Notice also that the stronger the claim is, the less likely it is for it to be true: it is likely that I can lift a pencil, but less likely I can lift a refrigerator.
More formally, in logic we say that claim P is stronger than claim Q when P implies Q. This actually makes sense in the examples before: If it rains for the next two days, then it will rain tomorrow, and if I can lift a refigerator, then I can certainly lift a pencil.
To see that in your problem, claim 1 implies claim 2, notice that claim 1 is saying that 'there is some object from set A that stands in relation R to all objects in set B$, while claim 2 says that 'for every object in set B there is some objects from set A that stands in relation R to it'. In other words, in claim 1 we know it is the same one object from set A that stands in relation R to all objects in set B, while in claim 2, all objects in set B once again stand in relation R to some object in set A, but this time, it doesn't have to be the same object ... making claim 2 more more likely to be true .. and thus the weaker claim. Indeed, claim 1 logically implies claim 2, because if there is an object (call it 'a') that stand in relation R to all objects in set B, then for each object b in set B, I can of course find an object in set A ('a'!) that stands in relation R to b. But the other way around does not hold, so claim 1 is strictly stronger than claim 2.
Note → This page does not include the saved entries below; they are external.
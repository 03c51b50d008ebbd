import { describe, expect, it } from 'vitest';
import { fillPressureForMuzzleSpeed, neutralParameters, predictShot, type LauncherCalibration } from '$lib/physics';
import { solveSetup, type SetupProblem } from './solve';

// A 25 mm hail launcher and ice ball like the demo lab's H1 (invented figures).
const rig = { reservoirM3: 2e-3, deadM3: 0.05e-3, boreDiameterM: 0.0254, travelM: 1.2, ratedPressurePa: 8e5 };
const projectile = { massKg: 7.53e-3, diameterM: 0.025 };

function model(overrides: Partial<LauncherCalibration['parameters']> = {}): LauncherCalibration {
	return {
		parameters: { ...neutralParameters(2e5), efficiency: 0.6, dragCoefficient: 0.47, ...overrides },
		fitted: [],
		identifiable: [],
		covariance: [],
		fillPressureRangePa: { min: 0, max: Infinity }
	};
}

function problem(plan: SetupProblem['plan'], calibration = model()): SetupProblem {
	return {
		calibration,
		rig,
		projectile,
		plan,
		range: { launchHeightM: 1.2, aimHeightM: 1.2, azimuthDeg: 0, airDensityKgM3: 1.225, ambientPa: 101_325, wind: { xMps: 0, zMps: 0 } }
	};
}

describe('solveSetup', () => {
	it('at the muzzle: the closed-form fill pressure of internal.ts, and an elevation that hits the aim point', () => {
		const r = solveSetup(problem({ speedAt: 'muzzle', requiredSpeedMps: 23, targetDistanceM: 5 }));
		expect(r.ok).toBe(true);
		if (!r.ok) return;
		const closed = fillPressureForMuzzleSpeed({ ...rig, ...projectile, ambientPa: 101_325, efficiency: 0.6 }, 23);
		if (!closed.ok) throw new Error(closed.reason);
		expect(r.fillGaugePa).toBeCloseTo(closed.fillGaugePa, 3);
		expect(r.prediction.muzzleSpeedMps).toBeCloseTo(23, 6);
		expect(Math.abs(r.prediction.impact.heightM)).toBeLessThan(1e-6);
		expect(r.marginPa).toBeCloseTo(8e5 - r.fillGaugePa, 6);
		expect(r.elevationDeg).toBeGreaterThan(0);
		expect(r.trajectory.at(-1)!.downrangeM).toBeCloseTo(5, 9);
		// dv/dp at the answer: the same at the muzzle for the judged and the muzzle speed, and positive.
		expect(r.speedPerPressureMpsPerPa).toBeGreaterThan(0);
		expect(r.speedPerPressureMpsPerPa).toBe(r.muzzleSpeedPerPressureMpsPerPa);
	});

	it('at the target: the speed at the plane is the required one and the shot is on the aim point', () => {
		const r = solveSetup(problem({ speedAt: 'target', requiredSpeedMps: 23, targetDistanceM: 5 }));
		expect(r.ok).toBe(true);
		if (!r.ok) return;
		expect(r.prediction.impact.reached).toBe(true);
		expect(r.prediction.impact.speedMps).toBeCloseTo(23, 5);
		expect(r.prediction.muzzleSpeedMps).toBeGreaterThan(23);
		expect(Math.abs(r.prediction.impact.heightM)).toBeLessThan(1e-5);
	});

	it('sets the elevation less the calibrated bias, so the biased rig still hits the aim point', () => {
		const plain = solveSetup(problem({ speedAt: 'target', requiredSpeedMps: 23, targetDistanceM: 5 }));
		const biased = solveSetup(problem({ speedAt: 'target', requiredSpeedMps: 23, targetDistanceM: 5 }, model({ elevationBiasDeg: 0.2 })));
		if (!plain.ok || !biased.ok) throw new Error('not solved');
		expect(biased.elevationDeg).toBeCloseTo(plain.elevationDeg - 0.2, 5);
		expect(Math.abs(biased.prediction.impact.heightM)).toBeLessThan(1e-5);
	});

	it('follows a calibrated pressure slope η(p) = η0 + η1 (p − p_ref)/p_ref', () => {
		const sloped = solveSetup(problem({ speedAt: 'muzzle', requiredSpeedMps: 30, targetDistanceM: 5 }, model({ pressureSlope: -0.1, pRefPa: 2e5 })));
		if (!sloped.ok) throw new Error(sloped.reason);
		expect(sloped.prediction.muzzleSpeedMps).toBeCloseTo(30, 6);
		expect(sloped.prediction.efficiency).toBeCloseTo(0.6 - (0.1 * (sloped.fillGaugePa - 2e5)) / 2e5, 12);
	});

	it('refuses a speed that needs more than the rated working pressure, and says what the rating gives', () => {
		const r = solveSetup(problem({ speedAt: 'target', requiredSpeedMps: 400, targetDistanceM: 5 }));
		expect(r.ok).toBe(false);
		if (r.ok) return;
		expect(r.code).toBe('above-rated-pressure');
		expect(r.reason).toMatch(/rated working pressure/);
		expect(r.speedAtRatedMps).toBeGreaterThan(20);
		expect(r.speedAtRatedMps).toBeLessThan(400);
	});

	it('refuses a target the shot cannot reach at any elevation', () => {
		const r = solveSetup(problem({ speedAt: 'muzzle', requiredSpeedMps: 5, targetDistanceM: 50 }));
		expect(r.ok).toBe(false);
		if (!r.ok) expect(r.code).toBe('no-elevation');
	});

	it('takes the lowest pressure on a curve that rises, peaks and falls (η1 < 0), and names the peak of an out-of-reach speed', () => {
		const humped = model({ pressureSlope: -0.4, pRefPa: 3e5, efficiency: 0.5 });
		const speedAt = (p: number) => {
			const r = predictShot(humped, { rig, projectile, fillGaugePa: p, session: { targetDistanceM: 5, elevationDeg: 0, launchHeightM: 1.2, aimHeightM: 1.2, airDensityKgM3: 1.225, ambientPa: 101_325 } });
			return r.ok ? r.muzzleSpeedMps : 0;
		};
		let peak = { p: 0, v: 0 };
		for (let p = 0; p <= 8e5; p += 500) if (speedAt(p) > peak.v) peak = { p, v: speedAt(p) };
		expect(peak.p).toBeLessThan(7e5);
		expect(speedAt(8e5)).toBeLessThan(peak.v - 1);
		const reachable = (speedAt(8e5) + peak.v) / 2;
		const r = solveSetup(problem({ speedAt: 'muzzle', requiredSpeedMps: reachable, targetDistanceM: 5 }, humped));
		if (!r.ok) throw new Error(r.reason);
		expect(r.fillGaugePa).toBeLessThan(peak.p);
		expect(r.prediction.muzzleSpeedMps).toBeCloseTo(reachable, 6);
		const refused = solveSetup(problem({ speedAt: 'muzzle', requiredSpeedMps: peak.v + 1, targetDistanceM: 5 }, humped));
		expect(refused).toMatchObject({ ok: false, code: 'beyond-curve-peak' });
		if (refused.ok) return;
		expect(refused.peak!.speedMps).toBeCloseTo(peak.v, 2);
		expect(Math.abs(refused.peak!.fillGaugePa - peak.p)).toBeLessThan(1000);
	});

	it('solves under a valve-flow calibration with sphere drag: the plan speed at the target and the aim point', () => {
		const valve: LauncherCalibration = {
			model: { family: 'valve-flow', drag: 'sphere' },
			parameters: { ...neutralParameters(3e5), valveAreaM2: 1.5e-4, openingTimeS: 0.01, frictionN: 0.5, dragCoefficient: 1.1, elevationBiasDeg: 0.1 },
			fitted: [],
			identifiable: [],
			covariance: [],
			fillPressureRangePa: { min: 0, max: Infinity }
		};
		const r = solveSetup(problem({ speedAt: 'target', requiredSpeedMps: 23, targetDistanceM: 8 }, valve));
		if (!r.ok) throw new Error(r.reason);
		expect(r.prediction.efficiency).toBeNull();
		expect(Math.abs(r.prediction.impact.speedMps - 23)).toBeLessThan(1e-5);
		expect(Math.abs(r.prediction.impact.heightM)).toBeLessThan(1e-5);
		expect(r.trajectory.at(-1)!.downrangeM).toBeCloseTo(8, 9);
		expect(r.trajectory.at(-1)!.heightM).toBeCloseTo(r.prediction.impact.heightAboveGroundM, 6);
		expect(r.speedPerPressureMpsPerPa).toBeGreaterThan(0);
		expect(r.speedPerPressureMpsPerPa).toBeLessThan(r.muzzleSpeedPerPressureMpsPerPa);
	});
});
Finally, to provide a concrete example: suppose both sets are natural numbers, and suppose the $R(x,y)$ means $x > y$
Then claim 1 means: There is a natural number that is greater than all natural numbers ... which is clearly false
Claim 2 would mean: For every number there is a greater natural number ... which is true
Claim 1 is false because there is no one number greater than all others ... but claim 2 is true, because for each number we can find a greater number. Claim 1 is therefore such a strong claim that it is false.